# [PROVIDED DATA]
▬▬▬▬▬▬▬▬▬▬

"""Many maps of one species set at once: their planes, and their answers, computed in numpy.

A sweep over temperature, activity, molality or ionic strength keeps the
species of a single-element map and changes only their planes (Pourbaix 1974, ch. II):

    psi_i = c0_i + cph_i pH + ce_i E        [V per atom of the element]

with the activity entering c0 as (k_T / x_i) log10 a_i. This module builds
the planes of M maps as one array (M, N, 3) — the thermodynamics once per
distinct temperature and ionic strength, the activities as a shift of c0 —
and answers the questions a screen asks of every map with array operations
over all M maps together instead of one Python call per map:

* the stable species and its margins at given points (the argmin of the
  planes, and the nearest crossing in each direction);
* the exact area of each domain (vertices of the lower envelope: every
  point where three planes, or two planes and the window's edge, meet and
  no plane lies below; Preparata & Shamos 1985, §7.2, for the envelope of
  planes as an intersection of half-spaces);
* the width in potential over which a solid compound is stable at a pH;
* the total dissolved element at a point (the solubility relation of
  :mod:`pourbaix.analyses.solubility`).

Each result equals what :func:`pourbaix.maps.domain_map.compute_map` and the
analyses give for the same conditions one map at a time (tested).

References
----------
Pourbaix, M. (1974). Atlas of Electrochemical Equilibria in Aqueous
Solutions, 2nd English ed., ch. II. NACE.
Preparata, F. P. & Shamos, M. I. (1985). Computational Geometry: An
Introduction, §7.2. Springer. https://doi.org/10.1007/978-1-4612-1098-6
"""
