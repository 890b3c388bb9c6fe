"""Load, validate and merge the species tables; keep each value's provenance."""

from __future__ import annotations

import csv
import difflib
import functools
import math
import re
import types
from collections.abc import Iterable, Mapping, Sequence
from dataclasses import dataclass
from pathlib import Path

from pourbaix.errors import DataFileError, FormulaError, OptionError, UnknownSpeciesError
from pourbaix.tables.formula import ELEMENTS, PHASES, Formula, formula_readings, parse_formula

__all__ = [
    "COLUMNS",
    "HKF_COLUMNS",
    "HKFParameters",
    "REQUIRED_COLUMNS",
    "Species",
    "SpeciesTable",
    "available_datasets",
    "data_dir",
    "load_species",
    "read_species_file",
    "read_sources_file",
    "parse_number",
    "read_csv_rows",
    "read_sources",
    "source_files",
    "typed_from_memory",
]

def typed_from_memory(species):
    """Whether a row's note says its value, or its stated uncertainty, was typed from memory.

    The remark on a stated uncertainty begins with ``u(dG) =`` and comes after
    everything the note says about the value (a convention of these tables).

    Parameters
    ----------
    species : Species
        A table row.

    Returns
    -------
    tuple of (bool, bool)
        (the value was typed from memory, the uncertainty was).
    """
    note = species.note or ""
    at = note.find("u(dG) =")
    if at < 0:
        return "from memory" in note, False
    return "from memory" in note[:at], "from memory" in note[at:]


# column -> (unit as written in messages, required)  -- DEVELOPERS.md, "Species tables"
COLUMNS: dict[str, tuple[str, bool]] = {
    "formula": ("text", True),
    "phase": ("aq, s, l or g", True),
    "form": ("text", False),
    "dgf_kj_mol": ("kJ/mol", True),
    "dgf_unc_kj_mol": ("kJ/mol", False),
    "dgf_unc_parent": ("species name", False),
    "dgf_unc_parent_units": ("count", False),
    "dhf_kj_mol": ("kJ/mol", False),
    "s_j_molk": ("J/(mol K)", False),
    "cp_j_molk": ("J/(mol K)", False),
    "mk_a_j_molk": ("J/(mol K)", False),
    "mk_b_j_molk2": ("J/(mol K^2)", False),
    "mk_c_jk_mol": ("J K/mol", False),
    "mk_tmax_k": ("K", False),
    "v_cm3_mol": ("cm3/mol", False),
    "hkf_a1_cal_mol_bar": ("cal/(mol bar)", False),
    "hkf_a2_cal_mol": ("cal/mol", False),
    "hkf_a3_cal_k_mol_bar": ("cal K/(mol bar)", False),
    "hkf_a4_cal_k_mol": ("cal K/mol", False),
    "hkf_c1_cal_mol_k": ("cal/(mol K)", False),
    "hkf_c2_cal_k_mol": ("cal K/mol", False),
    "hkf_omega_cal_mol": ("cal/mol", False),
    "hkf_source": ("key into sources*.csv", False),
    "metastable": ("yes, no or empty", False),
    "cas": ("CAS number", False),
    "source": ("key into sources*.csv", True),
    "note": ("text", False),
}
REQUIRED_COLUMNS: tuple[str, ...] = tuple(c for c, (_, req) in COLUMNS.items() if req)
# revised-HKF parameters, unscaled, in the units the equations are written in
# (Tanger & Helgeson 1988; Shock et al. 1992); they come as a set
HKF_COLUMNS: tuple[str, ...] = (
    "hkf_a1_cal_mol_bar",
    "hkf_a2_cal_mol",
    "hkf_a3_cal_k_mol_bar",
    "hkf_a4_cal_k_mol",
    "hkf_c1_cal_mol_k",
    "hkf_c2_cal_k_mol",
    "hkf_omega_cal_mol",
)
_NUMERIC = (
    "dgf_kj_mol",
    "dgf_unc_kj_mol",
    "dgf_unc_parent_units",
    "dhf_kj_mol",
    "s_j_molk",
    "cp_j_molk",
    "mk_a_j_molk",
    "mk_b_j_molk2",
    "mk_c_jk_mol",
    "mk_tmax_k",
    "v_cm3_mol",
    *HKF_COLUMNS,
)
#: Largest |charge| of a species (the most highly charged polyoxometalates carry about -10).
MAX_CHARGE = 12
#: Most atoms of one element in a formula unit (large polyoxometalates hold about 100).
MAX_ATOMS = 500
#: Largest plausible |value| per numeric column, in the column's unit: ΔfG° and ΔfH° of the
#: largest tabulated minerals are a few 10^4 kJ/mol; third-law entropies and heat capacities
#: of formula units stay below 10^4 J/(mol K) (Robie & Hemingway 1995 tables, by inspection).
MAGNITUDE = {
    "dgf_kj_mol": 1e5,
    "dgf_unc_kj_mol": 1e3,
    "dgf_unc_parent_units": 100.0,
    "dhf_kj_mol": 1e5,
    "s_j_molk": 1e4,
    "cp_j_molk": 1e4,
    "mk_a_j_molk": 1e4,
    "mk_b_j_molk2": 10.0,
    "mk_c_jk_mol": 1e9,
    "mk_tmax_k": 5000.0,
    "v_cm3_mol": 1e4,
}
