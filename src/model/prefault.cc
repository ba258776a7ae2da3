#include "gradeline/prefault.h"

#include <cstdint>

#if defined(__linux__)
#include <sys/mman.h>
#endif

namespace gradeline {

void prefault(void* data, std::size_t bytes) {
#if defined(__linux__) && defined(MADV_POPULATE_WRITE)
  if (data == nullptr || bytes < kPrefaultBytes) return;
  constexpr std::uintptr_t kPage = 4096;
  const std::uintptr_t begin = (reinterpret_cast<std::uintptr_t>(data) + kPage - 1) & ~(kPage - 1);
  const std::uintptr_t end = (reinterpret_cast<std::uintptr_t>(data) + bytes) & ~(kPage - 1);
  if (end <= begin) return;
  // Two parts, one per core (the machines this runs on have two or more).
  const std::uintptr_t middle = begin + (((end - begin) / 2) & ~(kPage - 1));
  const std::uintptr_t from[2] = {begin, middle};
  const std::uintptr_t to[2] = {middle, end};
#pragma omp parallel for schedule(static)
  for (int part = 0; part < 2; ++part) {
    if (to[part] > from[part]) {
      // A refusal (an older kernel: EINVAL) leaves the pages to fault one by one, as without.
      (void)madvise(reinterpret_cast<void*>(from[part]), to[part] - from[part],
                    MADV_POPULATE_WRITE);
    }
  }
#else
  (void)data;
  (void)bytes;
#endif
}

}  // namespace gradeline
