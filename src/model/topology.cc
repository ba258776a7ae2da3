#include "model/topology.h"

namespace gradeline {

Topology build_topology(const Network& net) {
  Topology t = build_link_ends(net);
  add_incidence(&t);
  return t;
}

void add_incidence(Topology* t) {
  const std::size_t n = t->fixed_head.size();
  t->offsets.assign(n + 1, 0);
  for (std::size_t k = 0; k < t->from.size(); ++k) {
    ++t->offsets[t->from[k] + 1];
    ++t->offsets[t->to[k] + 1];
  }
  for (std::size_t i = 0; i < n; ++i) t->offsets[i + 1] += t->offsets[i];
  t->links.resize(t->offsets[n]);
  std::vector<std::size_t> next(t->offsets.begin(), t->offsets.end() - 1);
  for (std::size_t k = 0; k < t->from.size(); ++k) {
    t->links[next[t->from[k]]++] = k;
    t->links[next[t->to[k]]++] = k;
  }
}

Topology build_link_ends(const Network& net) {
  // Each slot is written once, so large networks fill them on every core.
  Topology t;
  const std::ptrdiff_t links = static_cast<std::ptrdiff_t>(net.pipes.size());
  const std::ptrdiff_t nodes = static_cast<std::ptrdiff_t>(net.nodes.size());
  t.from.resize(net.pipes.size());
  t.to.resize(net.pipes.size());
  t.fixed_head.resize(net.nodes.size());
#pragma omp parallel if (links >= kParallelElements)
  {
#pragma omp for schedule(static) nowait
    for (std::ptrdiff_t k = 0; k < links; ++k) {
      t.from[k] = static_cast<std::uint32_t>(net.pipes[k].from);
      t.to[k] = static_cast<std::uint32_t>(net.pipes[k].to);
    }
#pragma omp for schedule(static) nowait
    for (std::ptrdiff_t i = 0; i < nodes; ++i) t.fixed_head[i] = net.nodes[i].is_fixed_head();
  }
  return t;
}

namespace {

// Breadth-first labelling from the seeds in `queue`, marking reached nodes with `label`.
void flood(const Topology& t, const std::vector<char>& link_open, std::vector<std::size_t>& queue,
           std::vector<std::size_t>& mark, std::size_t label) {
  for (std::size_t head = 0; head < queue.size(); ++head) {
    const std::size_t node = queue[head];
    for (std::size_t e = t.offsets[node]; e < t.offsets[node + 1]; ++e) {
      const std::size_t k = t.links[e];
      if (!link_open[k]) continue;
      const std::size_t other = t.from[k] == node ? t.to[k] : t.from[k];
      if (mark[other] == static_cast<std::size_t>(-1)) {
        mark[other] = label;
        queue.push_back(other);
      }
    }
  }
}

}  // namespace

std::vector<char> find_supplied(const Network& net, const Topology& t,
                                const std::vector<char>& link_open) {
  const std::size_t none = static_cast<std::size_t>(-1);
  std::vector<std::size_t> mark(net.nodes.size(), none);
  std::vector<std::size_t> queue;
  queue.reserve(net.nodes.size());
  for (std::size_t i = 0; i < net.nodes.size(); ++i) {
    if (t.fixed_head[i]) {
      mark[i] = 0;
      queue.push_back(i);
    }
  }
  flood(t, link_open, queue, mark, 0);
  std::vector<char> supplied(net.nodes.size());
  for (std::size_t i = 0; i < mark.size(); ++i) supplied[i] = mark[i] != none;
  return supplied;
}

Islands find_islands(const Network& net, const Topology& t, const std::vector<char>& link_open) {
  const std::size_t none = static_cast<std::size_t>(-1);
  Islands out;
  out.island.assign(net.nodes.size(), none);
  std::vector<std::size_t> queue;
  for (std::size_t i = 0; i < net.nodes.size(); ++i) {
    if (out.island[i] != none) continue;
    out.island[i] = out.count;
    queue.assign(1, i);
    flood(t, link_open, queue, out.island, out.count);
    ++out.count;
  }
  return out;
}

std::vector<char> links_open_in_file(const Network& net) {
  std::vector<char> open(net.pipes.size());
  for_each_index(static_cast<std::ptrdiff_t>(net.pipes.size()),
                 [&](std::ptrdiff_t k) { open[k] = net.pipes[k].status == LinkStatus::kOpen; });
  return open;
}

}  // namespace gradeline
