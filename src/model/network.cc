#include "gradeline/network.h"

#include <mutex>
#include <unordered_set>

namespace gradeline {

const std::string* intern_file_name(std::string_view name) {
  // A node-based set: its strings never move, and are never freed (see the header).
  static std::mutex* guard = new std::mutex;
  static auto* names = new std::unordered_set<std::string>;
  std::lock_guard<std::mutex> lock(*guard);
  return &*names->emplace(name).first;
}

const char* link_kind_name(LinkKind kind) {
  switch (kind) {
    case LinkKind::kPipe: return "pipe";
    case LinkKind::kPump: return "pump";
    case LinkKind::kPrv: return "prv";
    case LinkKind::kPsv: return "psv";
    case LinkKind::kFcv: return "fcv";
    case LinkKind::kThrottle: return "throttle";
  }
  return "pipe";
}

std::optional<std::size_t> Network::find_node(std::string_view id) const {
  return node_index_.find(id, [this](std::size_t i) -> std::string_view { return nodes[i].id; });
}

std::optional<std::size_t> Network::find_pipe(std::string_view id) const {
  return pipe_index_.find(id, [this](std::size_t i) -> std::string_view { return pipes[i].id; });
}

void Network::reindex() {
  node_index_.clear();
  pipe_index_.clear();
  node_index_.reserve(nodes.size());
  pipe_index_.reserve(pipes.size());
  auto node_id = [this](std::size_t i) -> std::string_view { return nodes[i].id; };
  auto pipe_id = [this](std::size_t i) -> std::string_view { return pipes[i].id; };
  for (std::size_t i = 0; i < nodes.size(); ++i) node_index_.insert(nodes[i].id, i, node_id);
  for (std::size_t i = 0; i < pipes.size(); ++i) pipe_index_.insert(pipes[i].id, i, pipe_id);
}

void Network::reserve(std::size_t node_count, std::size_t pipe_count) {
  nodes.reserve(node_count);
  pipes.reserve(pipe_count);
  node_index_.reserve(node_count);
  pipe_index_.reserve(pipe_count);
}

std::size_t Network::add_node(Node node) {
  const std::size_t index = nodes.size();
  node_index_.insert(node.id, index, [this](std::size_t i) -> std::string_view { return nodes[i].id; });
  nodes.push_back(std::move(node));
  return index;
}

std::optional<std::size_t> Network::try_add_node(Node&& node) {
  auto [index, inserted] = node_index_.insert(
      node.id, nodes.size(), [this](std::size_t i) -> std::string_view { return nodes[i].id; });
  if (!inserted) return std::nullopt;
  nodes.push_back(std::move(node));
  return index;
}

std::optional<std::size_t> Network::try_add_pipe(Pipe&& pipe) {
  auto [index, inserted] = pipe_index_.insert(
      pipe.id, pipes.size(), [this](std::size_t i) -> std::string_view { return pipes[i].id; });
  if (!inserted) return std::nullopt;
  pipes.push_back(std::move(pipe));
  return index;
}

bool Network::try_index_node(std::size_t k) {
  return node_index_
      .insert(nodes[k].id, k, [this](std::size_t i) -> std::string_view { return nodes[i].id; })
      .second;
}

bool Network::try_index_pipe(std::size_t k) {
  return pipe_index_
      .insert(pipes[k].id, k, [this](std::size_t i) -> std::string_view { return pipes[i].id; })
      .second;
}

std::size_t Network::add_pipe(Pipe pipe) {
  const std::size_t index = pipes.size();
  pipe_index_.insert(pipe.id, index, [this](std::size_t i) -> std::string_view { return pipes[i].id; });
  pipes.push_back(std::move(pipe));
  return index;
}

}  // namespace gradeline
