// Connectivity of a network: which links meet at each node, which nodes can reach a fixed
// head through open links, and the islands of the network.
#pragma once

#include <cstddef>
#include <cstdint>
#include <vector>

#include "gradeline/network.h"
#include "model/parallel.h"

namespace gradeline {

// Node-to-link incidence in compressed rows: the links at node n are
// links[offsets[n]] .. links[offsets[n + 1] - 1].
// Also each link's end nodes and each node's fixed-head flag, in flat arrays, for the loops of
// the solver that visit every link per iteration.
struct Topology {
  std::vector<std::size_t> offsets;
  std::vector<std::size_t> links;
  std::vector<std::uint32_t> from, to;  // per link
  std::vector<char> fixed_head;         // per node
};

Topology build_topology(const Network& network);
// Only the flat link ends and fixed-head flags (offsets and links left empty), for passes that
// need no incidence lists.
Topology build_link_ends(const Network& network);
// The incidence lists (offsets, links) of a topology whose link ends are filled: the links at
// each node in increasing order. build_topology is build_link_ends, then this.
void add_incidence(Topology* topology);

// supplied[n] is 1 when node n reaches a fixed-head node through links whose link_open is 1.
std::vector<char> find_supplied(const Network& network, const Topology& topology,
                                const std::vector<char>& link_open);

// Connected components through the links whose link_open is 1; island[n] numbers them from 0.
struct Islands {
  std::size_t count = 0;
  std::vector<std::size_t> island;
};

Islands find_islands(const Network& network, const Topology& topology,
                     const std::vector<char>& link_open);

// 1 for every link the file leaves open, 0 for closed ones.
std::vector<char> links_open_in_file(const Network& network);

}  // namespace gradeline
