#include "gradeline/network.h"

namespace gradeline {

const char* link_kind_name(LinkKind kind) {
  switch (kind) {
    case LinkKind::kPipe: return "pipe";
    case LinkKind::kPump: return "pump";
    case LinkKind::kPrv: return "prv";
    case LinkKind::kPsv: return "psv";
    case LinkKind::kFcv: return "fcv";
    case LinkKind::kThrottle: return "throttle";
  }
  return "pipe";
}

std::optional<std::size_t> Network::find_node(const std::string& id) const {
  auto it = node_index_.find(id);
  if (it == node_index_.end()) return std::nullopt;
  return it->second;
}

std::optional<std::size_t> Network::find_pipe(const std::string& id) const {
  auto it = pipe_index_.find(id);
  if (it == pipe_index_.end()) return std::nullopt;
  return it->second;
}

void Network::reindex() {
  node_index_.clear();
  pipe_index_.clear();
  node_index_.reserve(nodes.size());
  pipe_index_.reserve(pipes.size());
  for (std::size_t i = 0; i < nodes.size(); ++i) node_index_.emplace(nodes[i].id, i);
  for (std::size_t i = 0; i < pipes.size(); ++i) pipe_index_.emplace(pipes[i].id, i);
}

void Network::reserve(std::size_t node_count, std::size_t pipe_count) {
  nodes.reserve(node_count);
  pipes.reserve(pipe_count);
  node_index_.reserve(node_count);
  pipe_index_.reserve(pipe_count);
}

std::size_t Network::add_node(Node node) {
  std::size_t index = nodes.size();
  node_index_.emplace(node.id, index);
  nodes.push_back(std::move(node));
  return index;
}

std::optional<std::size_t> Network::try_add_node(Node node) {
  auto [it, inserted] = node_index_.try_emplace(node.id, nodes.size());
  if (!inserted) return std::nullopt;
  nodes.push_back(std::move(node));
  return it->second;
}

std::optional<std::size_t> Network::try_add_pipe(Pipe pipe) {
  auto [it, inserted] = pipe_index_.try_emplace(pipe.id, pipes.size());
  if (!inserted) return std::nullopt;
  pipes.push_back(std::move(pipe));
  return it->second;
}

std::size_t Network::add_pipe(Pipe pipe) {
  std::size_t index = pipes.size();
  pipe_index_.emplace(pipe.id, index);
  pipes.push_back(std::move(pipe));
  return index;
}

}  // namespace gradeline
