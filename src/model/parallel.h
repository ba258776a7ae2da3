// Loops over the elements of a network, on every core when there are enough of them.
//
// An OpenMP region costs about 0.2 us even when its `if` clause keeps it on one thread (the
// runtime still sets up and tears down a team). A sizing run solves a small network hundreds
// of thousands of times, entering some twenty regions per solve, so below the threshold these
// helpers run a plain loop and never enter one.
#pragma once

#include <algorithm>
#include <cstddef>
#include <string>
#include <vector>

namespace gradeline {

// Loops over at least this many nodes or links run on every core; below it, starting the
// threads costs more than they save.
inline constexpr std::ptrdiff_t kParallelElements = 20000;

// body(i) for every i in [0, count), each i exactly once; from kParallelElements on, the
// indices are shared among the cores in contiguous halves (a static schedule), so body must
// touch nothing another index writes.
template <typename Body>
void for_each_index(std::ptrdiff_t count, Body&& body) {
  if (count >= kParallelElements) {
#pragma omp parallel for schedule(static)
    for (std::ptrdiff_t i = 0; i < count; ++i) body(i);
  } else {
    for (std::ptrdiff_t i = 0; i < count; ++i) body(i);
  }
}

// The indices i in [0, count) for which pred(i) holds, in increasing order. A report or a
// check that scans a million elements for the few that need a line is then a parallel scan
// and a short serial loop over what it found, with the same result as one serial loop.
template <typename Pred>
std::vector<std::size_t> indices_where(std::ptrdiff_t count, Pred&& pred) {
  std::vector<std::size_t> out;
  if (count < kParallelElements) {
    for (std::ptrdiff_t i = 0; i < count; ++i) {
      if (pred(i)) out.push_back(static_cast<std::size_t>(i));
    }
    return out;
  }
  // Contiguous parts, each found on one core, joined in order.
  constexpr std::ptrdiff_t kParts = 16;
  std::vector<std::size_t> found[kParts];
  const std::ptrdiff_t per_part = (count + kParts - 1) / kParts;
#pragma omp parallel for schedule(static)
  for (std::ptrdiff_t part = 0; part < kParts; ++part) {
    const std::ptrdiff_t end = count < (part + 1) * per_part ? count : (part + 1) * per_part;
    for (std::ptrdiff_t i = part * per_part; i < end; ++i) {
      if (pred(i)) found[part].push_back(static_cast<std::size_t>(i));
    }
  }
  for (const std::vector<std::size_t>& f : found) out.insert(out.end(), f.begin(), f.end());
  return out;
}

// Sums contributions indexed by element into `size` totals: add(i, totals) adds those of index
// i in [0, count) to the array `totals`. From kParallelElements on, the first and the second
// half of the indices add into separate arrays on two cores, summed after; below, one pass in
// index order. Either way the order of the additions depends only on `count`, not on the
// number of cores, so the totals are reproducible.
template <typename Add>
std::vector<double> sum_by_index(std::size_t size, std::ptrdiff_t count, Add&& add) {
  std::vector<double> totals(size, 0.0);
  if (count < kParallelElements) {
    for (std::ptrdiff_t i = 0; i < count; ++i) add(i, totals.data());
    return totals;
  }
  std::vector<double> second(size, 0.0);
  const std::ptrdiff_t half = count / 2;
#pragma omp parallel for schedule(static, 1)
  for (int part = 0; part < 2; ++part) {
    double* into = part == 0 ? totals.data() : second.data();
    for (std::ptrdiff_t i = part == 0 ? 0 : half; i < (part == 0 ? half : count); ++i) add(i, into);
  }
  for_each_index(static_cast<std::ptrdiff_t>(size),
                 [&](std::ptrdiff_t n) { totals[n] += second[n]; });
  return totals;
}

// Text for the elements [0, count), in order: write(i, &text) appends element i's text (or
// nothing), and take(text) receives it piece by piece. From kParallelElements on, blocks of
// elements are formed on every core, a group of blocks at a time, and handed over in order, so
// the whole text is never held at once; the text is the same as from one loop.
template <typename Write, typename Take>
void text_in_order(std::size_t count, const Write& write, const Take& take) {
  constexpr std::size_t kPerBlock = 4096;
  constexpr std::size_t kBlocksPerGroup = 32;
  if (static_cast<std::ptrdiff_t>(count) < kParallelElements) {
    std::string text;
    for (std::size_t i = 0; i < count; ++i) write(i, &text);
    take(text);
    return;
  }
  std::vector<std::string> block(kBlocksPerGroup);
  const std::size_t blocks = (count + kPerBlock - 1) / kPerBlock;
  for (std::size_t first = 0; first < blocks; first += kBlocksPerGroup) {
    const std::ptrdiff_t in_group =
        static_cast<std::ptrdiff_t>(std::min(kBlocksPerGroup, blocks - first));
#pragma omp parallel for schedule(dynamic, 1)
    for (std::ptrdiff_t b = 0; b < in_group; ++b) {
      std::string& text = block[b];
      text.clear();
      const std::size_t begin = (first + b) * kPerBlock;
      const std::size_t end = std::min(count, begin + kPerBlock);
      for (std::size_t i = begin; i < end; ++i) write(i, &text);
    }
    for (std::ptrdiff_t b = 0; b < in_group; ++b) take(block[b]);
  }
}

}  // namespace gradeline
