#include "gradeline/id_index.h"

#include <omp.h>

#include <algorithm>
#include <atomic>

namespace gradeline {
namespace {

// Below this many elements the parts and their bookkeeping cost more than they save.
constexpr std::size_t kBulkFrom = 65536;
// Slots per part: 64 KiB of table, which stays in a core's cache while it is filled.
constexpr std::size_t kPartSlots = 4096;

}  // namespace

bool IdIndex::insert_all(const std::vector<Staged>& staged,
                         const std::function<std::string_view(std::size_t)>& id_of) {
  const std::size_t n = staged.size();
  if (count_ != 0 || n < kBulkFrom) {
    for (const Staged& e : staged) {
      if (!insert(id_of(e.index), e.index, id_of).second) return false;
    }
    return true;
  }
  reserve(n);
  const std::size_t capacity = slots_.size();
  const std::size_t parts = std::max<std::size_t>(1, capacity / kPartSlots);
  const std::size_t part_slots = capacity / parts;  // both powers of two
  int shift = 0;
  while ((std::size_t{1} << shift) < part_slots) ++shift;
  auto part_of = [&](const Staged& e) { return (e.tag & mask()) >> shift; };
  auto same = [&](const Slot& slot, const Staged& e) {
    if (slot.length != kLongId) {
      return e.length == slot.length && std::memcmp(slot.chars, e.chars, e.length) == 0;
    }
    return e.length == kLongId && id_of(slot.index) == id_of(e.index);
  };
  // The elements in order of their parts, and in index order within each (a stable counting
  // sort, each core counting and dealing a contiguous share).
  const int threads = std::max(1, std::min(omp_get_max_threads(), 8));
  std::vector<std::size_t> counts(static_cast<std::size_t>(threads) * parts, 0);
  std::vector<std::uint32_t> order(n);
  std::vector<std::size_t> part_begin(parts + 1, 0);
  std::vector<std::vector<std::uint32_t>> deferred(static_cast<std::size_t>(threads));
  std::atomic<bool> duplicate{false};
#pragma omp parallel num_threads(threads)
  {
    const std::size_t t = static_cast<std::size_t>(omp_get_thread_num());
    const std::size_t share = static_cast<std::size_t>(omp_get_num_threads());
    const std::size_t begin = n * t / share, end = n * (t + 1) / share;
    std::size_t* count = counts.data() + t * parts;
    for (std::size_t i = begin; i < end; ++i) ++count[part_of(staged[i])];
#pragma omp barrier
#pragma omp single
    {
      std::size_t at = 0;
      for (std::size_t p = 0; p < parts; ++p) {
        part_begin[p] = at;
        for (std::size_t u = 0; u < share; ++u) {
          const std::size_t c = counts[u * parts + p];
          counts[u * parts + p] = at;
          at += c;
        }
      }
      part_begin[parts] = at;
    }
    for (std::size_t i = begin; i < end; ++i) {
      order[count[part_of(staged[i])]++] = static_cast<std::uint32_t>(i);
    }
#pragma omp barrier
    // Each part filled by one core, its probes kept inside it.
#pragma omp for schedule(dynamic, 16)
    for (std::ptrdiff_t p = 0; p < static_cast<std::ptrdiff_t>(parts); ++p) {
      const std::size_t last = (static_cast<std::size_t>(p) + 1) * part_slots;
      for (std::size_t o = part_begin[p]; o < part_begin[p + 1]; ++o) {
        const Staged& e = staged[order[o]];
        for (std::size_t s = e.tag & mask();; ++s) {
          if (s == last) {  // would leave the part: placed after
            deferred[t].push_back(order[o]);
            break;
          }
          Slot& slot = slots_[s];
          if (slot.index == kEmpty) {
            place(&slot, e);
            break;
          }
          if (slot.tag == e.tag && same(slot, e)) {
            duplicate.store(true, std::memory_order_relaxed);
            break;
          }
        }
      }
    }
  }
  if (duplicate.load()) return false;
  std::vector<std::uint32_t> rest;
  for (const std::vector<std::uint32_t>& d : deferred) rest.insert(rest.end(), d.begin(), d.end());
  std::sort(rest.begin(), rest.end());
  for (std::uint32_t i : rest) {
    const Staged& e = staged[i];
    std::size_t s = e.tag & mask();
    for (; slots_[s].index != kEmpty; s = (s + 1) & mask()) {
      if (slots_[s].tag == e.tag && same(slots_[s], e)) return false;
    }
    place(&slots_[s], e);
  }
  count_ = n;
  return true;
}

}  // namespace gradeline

▬▬▬▬▬▬▬▬▬▬

# [WORK REQUIRED]
Beginning with the very first line of the material above, give each line again exactly, ending with the line that contains "psi_i = c0_i".

# [COMPLETED TASK]
"""Many maps of one species set at once: their planes, and their answers, computed in numpy.

A sweep over temperature, activity, molality or ionic strength keeps the
species of a single-element map and changes only their planes (Pourbaix 1974, ch. II):

    psi_i = c0_i + cph_i pH + ce_i E        [V per atom of the element]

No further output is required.